» Action item
Can you restate the lines of the entries below, word for word, from the first one through the line that includes "# where the"?

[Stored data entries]
# # # #

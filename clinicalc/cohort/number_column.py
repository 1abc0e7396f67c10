"""The column of a number predictor: taken into its unit, and everything that is wrong with its cells."""

from collections.abc import Iterator

import numpy as np

from clinicalc.assessment.findings import Grade
from clinicalc.assessment.limits import is_within
from clinicalc.coefficients.pointers import listed, quoted
from clinicalc.coefficients.schema import Limits
from clinicalc.cohort.measure import Measure
from clinicalc.cohort.missing_cells import MISSING_CODES, find_missing, stray_codes
from clinicalc.cohort.number_cells import NumberCells, take_numbers, tell_texts
from clinicalc.cohort.problems import DataProblem, ProblemCode
from clinicalc.cohort.raw import Numbers, RawColumn
from clinicalc.cohort.sightings import Lines, Mask, name_column, see
from clinicalc.cohort.unit_heaps import Heaps, find_better_unit, find_heaps
from clinicalc.units.fitting import fitting_units
from clinicalc.units.unit import unit

_MANY_UNUSUAL = 0.01


def take_number_column(
    raw: RawColumn, missing: tuple[str, ...], measure: Measure, lines: Lines
) -> tuple[Numbers, Mask, tuple[DataProblem, ...]]:
    """The values in the predictor's unit (NaN where missing or impossible), which were missing, and the problems."""
    cells = take_numbers(raw, missing)
    with np.errstate(over="ignore"):
        # what overflows lies beyond every limit, and is told as that
        values = np.ascontiguousarray(measure.into.apply(cells.numbers), dtype=np.float64)
    values, impossible = _hold(values, measure.field.possible)
    problems = tuple(_find_problems(raw, cells, values, impossible, measure, lines))
    return np.where(impossible, np.nan, values), find_missing(raw, missing), problems


def _find_problems(
    raw: RawColumn, cells: NumberCells, values: Numbers, impossible: Mask, measure: Measure, lines: Lines
) -> Iterator[DataProblem]:
    texts = tell_texts(raw, cells, lines, measure.field.label)
    if texts is not None:
        yield texts
    better = find_better_unit(cells.numbers, measure)
    if better:
        yield _tell_better(raw.name, cells.numbers, impossible, better, measure, lines)
        return
    heaps = find_heaps(cells.numbers, measure)
    if heaps is not None:
        # where the other heap is possible in this unit too, it may be people who are just so
        gravity = Grade.STOP if (heaps.other & impossible).any() else Grade.CAUTION
        yield _tell_heaps(raw.name, cells.numbers, heaps, measure, lines, gravity)
        impossible = impossible & ~heaps.other
    if impossible.any():
        yield _tell_impossible(raw.name, cells.numbers, impossible, measure, lines)
    codes = stray_codes(cells.numbers[np.isfinite(cells.numbers) & ~impossible])
    if codes:
        yield _tell_codes(raw.name, cells.numbers, codes, measure, lines)
    _, unusual = _hold(values, measure.field.usual)
    unusual &= ~impossible & np.isfinite(values)
    unusual &= ~np.isin(cells.numbers, codes)
    if heaps is not None:
        unusual &= ~heaps.other
    if unusual.any():
        yield _tell_unusual(raw.name, cells.numbers, unusual, measure, lines)


def _hold(values: Numbers, limits: Limits) -> tuple[Numbers, Mask]:
    """The values, those that miss a limit by their last bits moved onto it; and which lie outside."""
    low, high = limits
    outside = np.zeros(len(values), dtype=np.bool_)
    if low is not None:
        outside |= values < low
    if high is not None:
        outside |= values > high
    if not outside.any():
        return values, outside
    distinct, back = np.unique(values[outside], return_inverse=True)
    beyond = np.array([not is_within(float(value), limits) for value in distinct])
    held = values.copy()
    held[outside] = np.where(beyond, distinct, np.clip(distinct, low, high))[back]
    outside[outside] = beyond[back]
    return held, outside


def _tell_better(
    column: str, numbers: Numbers, impossible: Mask, better: str, measure: Measure, lines: Lines
) -> DataProblem:
    first = numbers[np.isfinite(numbers)][:3]
    seen = see(impossible if impossible.any() else np.isfinite(numbers), lines)
    sentence = (
        f"{name_column(column, measure.field.label)} is said to be in {measure.spelling or 'no unit'}, and its values, "
        f"such as {listed(quoted(float(number)) for number in first)}, are usual in {unit(better).spelling} instead. "
        f'Correct the unit of the column (unit = "{better}"), or the values.'
    )
    gravity = Grade.STOP if impossible.any() else Grade.CAUTION
    return DataProblem(gravity, column, ProblemCode.UNIT, seen.count, seen.lines, sentence)


def _tell_heaps(
    column: str, numbers: Numbers, heaps: Heaps, measure: Measure, lines: Lines, gravity: Grade
) -> DataProblem:
    own, other = see(heaps.own, lines), see(heaps.other, lines)
    sentence = (
        f"{name_column(column, measure.field.label)} seems to mix two units: {own.count} values fit "
        f"{measure.spelling}, such as {quoted(float(numbers[own.first]))} in line {own.lines[0]}, and "
        f"{other.count} fit {unit(heaps.code).spelling}, such as {quoted(float(numbers[other.first]))} in line "
        f"{other.lines[0]}. "
        "Write the whole column in one unit, where it is known which cell is in which."
    )
    return DataProblem(gravity, column, ProblemCode.UNIT_MIXTURE, other.count, other.lines, sentence)


def _tell_impossible(column: str, numbers: Numbers, where: Mask, measure: Measure, lines: Lines) -> DataProblem:
    seen = see(where, lines)
    example = float(numbers[seen.first])
    after = f" {measure.spelling}" if measure.spelling else ""
    limits = measure.limit_words(measure.field.possible)
    verb = "is not possible" if len(np.unique(numbers[where])) == 1 else "and others are not possible"
    sentence = (
        f"{name_column(column, measure.field.label)}: {quoted(example)}{after} {verb}, {seen.words}; the possible "
        f"range is {limits}.{_remedy(numbers[where], example, measure)}"
    )
    return DataProblem(Grade.STOP, column, ProblemCode.IMPOSSIBLE, seen.count, seen.lines, sentence)


def _remedy(numbers: Numbers, example: float, measure: Measure) -> str:
    codes = [code for code in MISSING_CODES if (numbers == code).any()]
    said = ""
    if codes:
        texts = ", ".join(f'"{code:g}"' for code in codes)
        lines = int(np.isin(numbers, codes).sum())
        said += f" {listed(quoted(code) for code in codes)} ({lines} of them) may mean that nothing was measured: "
        said += f"then name it, missing = [{texts}]."
    others = fitting_units(measure.field.quantity, example, measure.code, measure.field.factor)
    if others and example not in codes:
        said += f" {quoted(example)} {listed([unit(code).spelling for code in others], 'or')} would be believable."
    return f"{said} Correct the cells, or leave them empty." if not said or not codes else said


def _tell_codes(column: str, numbers: Numbers, codes: tuple[float, ...], measure: Measure, lines: Lines) -> DataProblem:
    seen = see(np.isin(numbers, codes), lines)
    texts = ", ".join(f'"{code:g}"' for code in codes)
    sentence = (
        f"{name_column(column, measure.field.label)}: {listed(quoted(code) for code in codes)} {seen.words}, far from "
        f"all other values. If that means that nothing was measured, name it: missing = [{texts}]."
    )
    return DataProblem(Grade.CAUTION, column, ProblemCode.MISSING_CODE, seen.count, seen.lines, sentence)


def _tell_unusual(column: str, numbers: Numbers, where: Mask, measure: Measure, lines: Lines) -> DataProblem:
    seen = see(where, lines)
    many = seen.count > _MANY_UNUSUAL * int(np.isfinite(numbers).sum())
    sentence = (
        f"{name_column(column, measure.field.label)}: {quoted(float(numbers[seen.first]))} lies outside the usual "
        f"range {measure.limit_words(measure.field.usual)}, {seen.words}. Such values carry far: look at them."
    )
    gravity = Grade.CAUTION if many else Grade.NOTE
    return DataProblem(gravity, column, ProblemCode.UNUSUAL, seen.count, seen.lines, sentence)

# # # #

» Exercise output
filename clinicalc/cohort/number_column.py
repository 1abc0e7396f67c10
"""The column of a number predictor: taken into its unit, and everything that is wrong with its cells."""

from collections.abc import Iterator

import numpy as np

from clinicalc.assessment.findings import Grade
from clinicalc.assessment.limits import is_within
from clinicalc.coefficients.pointers import listed, quoted
from clinicalc.coefficients.schema import Limits
from clinicalc.cohort.measure import Measure
from clinicalc.cohort.missing_cells import MISSING_CODES, find_missing, stray_codes
from clinicalc.cohort.number_cells import NumberCells, take_numbers, tell_texts
from clinicalc.cohort.problems import DataProblem, ProblemCode
from clinicalc.cohort.raw import Numbers, RawColumn
from clinicalc.cohort.sightings import Lines, Mask, name_column, see
from clinicalc.cohort.unit_heaps import Heaps, find_better_unit, find_heaps
from clinicalc.units.fitting import fitting_units
from clinicalc.units.unit import unit

_MANY_UNUSUAL = 0.01


def take_number_column(
    raw: RawColumn, missing: tuple[str, ...], measure: Measure, lines: Lines
) -> tuple[Numbers, Mask, tuple[DataProblem, ...]]:
    """The values in the predictor's unit (NaN where missing or impossible), which were missing, and the problems."""
    cells = take_numbers(raw, missing)
    with np.errstate(over="ignore"):
        # what overflows lies beyond every limit, and is told as that
        values = np.ascontiguousarray(measure.into.apply(cells.numbers), dtype=np.float64)
    values, impossible = _hold(values, measure.field.possible)
    problems = tuple(_find_problems(raw, cells, values, impossible, measure, lines))
    return np.where(impossible, np.nan, values), find_missing(raw, missing), problems


def _find_problems(
    raw: RawColumn, cells: NumberCells, values: Numbers, impossible: Mask, measure: Measure, lines: Lines
) -> Iterator[DataProblem]:
    texts = tell_texts(raw, cells, lines, measure.field.label)
    if texts is not None:
        yield texts
    better = find_better_unit(cells.numbers, measure)
    if better:
        yield _tell_better(raw.name, cells.numbers, impossible, better, measure, lines)
        return
    heaps = find_heaps(cells.numbers, measure)
    if heaps is not None:
        # where the other heap is possible in this unit too, it may be people who are just so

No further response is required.